Laut L. Monkevičienė sollte man im Wald den Zustand des Hier und Jetzt erleben und seine abschweifenden Gedanken beruhigen. „Ich rate, die Mobiltelefone auszuschalten und in der empfohlenen Zeit nicht mehr als zwei Kilometer zu gehen. Wenn man es eilig hat, ein Ziel zu erreichen, wird das Stresshormon Cortisol ausgeschüttet“, warnte die Führerin.
Sie ermutigt, die Sinne zu aktivieren, indem man sich nach und nach auf jeden einzelnen von ihnen konzentriert. Das Gehör wird geschärft, wenn wir in die Geräusche des Waldes eintauchen – vom entferntesten bis zum nächsten. Das Tasten wird intensiviert, wenn wir die Texturen des Waldes erkunden – Rinde, Nadeln, Blätter oder Moos. Für das Auge eröffnet der Wald die fraktalen Muster der Natur, das Spiel von Licht und Schatten, eine Reihe grüner Farbtöne. Der Geruchssinn kann durch tiefes Einatmen der Waldluft aktiviert werden.

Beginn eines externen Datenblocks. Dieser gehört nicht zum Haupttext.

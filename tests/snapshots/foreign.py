"""WARC files for the read side's tests, written by warcio's own ``WARCWriter``, not by ours.

The reader is checked against another tool's output: each helper writes one record with warcio
(its defaults: one gzip member per record, SHA-1 base32 digests), with the fields the test names.
Digests the tests expect are computed here with hashlib, independently of both writers.
"""

from __future__ import annotations

import base64
import hashlib
import io
import uuid
from collections.abc import Iterator, Sequence
from contextlib import contextmanager
from datetime import UTC, datetime
from pathlib import Path
from typing import Any

from warcio.statusandheaders import StatusAndHeaders
from warcio.warcwriter import WARCWriter

__all__ = [
    "NOT_MODIFIED_1_1",
    "NOT_MODIFIED_ANNEX_B",
    "SAME_PAYLOAD_1_0",
    "SAME_PAYLOAD_1_1",
    "T0",
    "ForeignWarc",
    "sha1_digest",
    "warc_file",
]

T0 = datetime(2026, 3, 1, 12, 0, 0, tzinfo=UTC)
# WARC 1.1 §6.7.2 / §6.7.3, 1.0's spelling, and Annex B.6's spelling without "/revisit/".
SAME_PAYLOAD_1_1 = "http://netpreserve.org/warc/1.1/revisit/identical-payload-digest"
SAME_PAYLOAD_1_0 = "http://netpreserve.org/warc/1.0/revisit/identical-payload-digest"
NOT_MODIFIED_1_1 = "http://netpreserve.org/warc/1.1/revisit/server-not-modified"
NOT_MODIFIED_ANNEX_B = "http://netpreserve.org/warc/1.1/server-not-modified"


def sha1_digest(body: bytes) -> str:
    """WARC-Payload-Digest as warcio writes it: sha1 in base32 (WARC 1.1 §5.9, common form)."""
    return "sha1:" + base64.b32encode(hashlib.sha1(body).digest()).decode()


def _date(moment: datetime) -> str:
    return moment.strftime("%Y-%m-%dT%H:%M:%S.%fZ")  # WARC 1.1 §5.4


class ForeignWarc:
    """Writes records into one open file with warcio; each method returns the record's id."""

    def __init__(self, out: Any, version: str = "1.1") -> None:
        self.out = out
        self.writer = WARCWriter(out, gzip=True, warc_version=version)

    def _id(self) -> str:
        return f"<urn:uuid:{uuid.uuid4()}>"  # WARC 1.1 §5.2

    def warcinfo(self) -> str:
        record = self.writer.create_warcinfo_record("test.warc.gz", {"software": "warcio test"})
        self.writer.write_record(record)
        return str(record.rec_headers.get_header("WARC-Record-ID"))

    def response(
        self,
        url: str,
        body: bytes,
        *,
        status: str = "200 OK",
        headers: Sequence[tuple[str, str]] = (("Content-Type", "text/html"),),
        date: datetime = T0,
    ) -> str:
        http = StatusAndHeaders(
            status, [*headers, ("Content-Length", str(len(body)))], protocol="HTTP/1.1"
        )
        record_id = self._id()
        fields = {"WARC-Record-ID": record_id, "WARC-Date": _date(date)}
        record = self.writer.create_warc_record(
            url, "response", payload=io.BytesIO(body), length=len(body),
            http_headers=http, warc_headers_dict=fields,
        )  # fmt: skip
        self.writer.write_record(record)
        return record_id

    def revisit(
        self,
        url: str,
        body_of_original: bytes,
        *,
        profile: str = SAME_PAYLOAD_1_1,
        refers_to: str | None = None,
        status: str | None = "200 OK",
        headers: Sequence[tuple[str, str]] = (("Content-Type", "text/html"),),
        date: datetime = T0,
    ) -> str:
        record_id = self._id()
        fields = {"WARC-Record-ID": record_id, "WARC-Date": _date(date)}
        if refers_to is not None:
            fields["WARC-Refers-To"] = refers_to  # WARC 1.1 §5.11
        http = None
        if status is not None:
            http = StatusAndHeaders(status, list(headers), protocol="HTTP/1.1")
            fields["WARC-Truncated"] = "length"  # WARC 1.1 §6.7.2: headers kept
        record = self.writer.create_revisit_record(
            url, sha1_digest(body_of_original), url, _date(T0),
            http_headers=http, warc_headers_dict=fields,
        )  # fmt: skip
        record.rec_headers.replace_header("WARC-Profile", profile)
        self.writer.write_record(record)
        return record_id

    def request(self, url: str) -> str:
        http = StatusAndHeaders("GET / HTTP/1.1", [("Host", "127.0.0.1")], is_http_request=True)
        record_id = self._id()
        fields = {"WARC-Record-ID": record_id, "WARC-Date": _date(T0)}
        record = self.writer.create_warc_record(
            url, "request", http_headers=http, warc_headers_dict=fields
        )
        self.writer.write_record(record)
        return record_id


@contextmanager
def warc_file(path: Path, version: str = "1.1") -> Iterator[ForeignWarc]:
    """A WARC file at ``path`` written by warcio, closed when the block ends."""
    path.parent.mkdir(parents=True, exist_ok=True)
    with open(path, "wb") as out:
        yield ForeignWarc(out, version)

„Ich lade Sie ein, zu riechen, indem Sie Ihre Hände an den Mund halten und den Mund öffnen – dann werden Sie den Geruch in gewisser Weise schmecken.“ Der Geruch hängt eng mit dem Gedächtnis zusammen. Die Düfte wecken sehr tiefe, vergessene Erinnerungen, sagte L. Monkevičienė. - Außerdem wird beim Riechen das Bakterium Mycobacterium vaccae eingeatmet. Es ist bewiesen, dass dieses Bakterium ein großartiger Stimmungsaufheller ist.“
Wenn Sie zum Waldbaden auf der Kurischen Nehrung bereit sind, haben Sie keine Angst davor, sich zu verirren – es gibt viele Wege und Pfade, die kreuz und quer durch die Wälder führen. Sie führen durch die schönsten und feinsten Landschaften, daher werden die Waldforscher gebeten, respektvoll und vorsichtig zu sein – keinen Müll wegzuwerfen, kein Moos zu zertrampeln, auf keinen Fall Feuer an Orten zu machen, die nicht dafür vorgesehen sind, sich nicht zu den begegneten Tieren nähern und sie nicht zu erschrecken.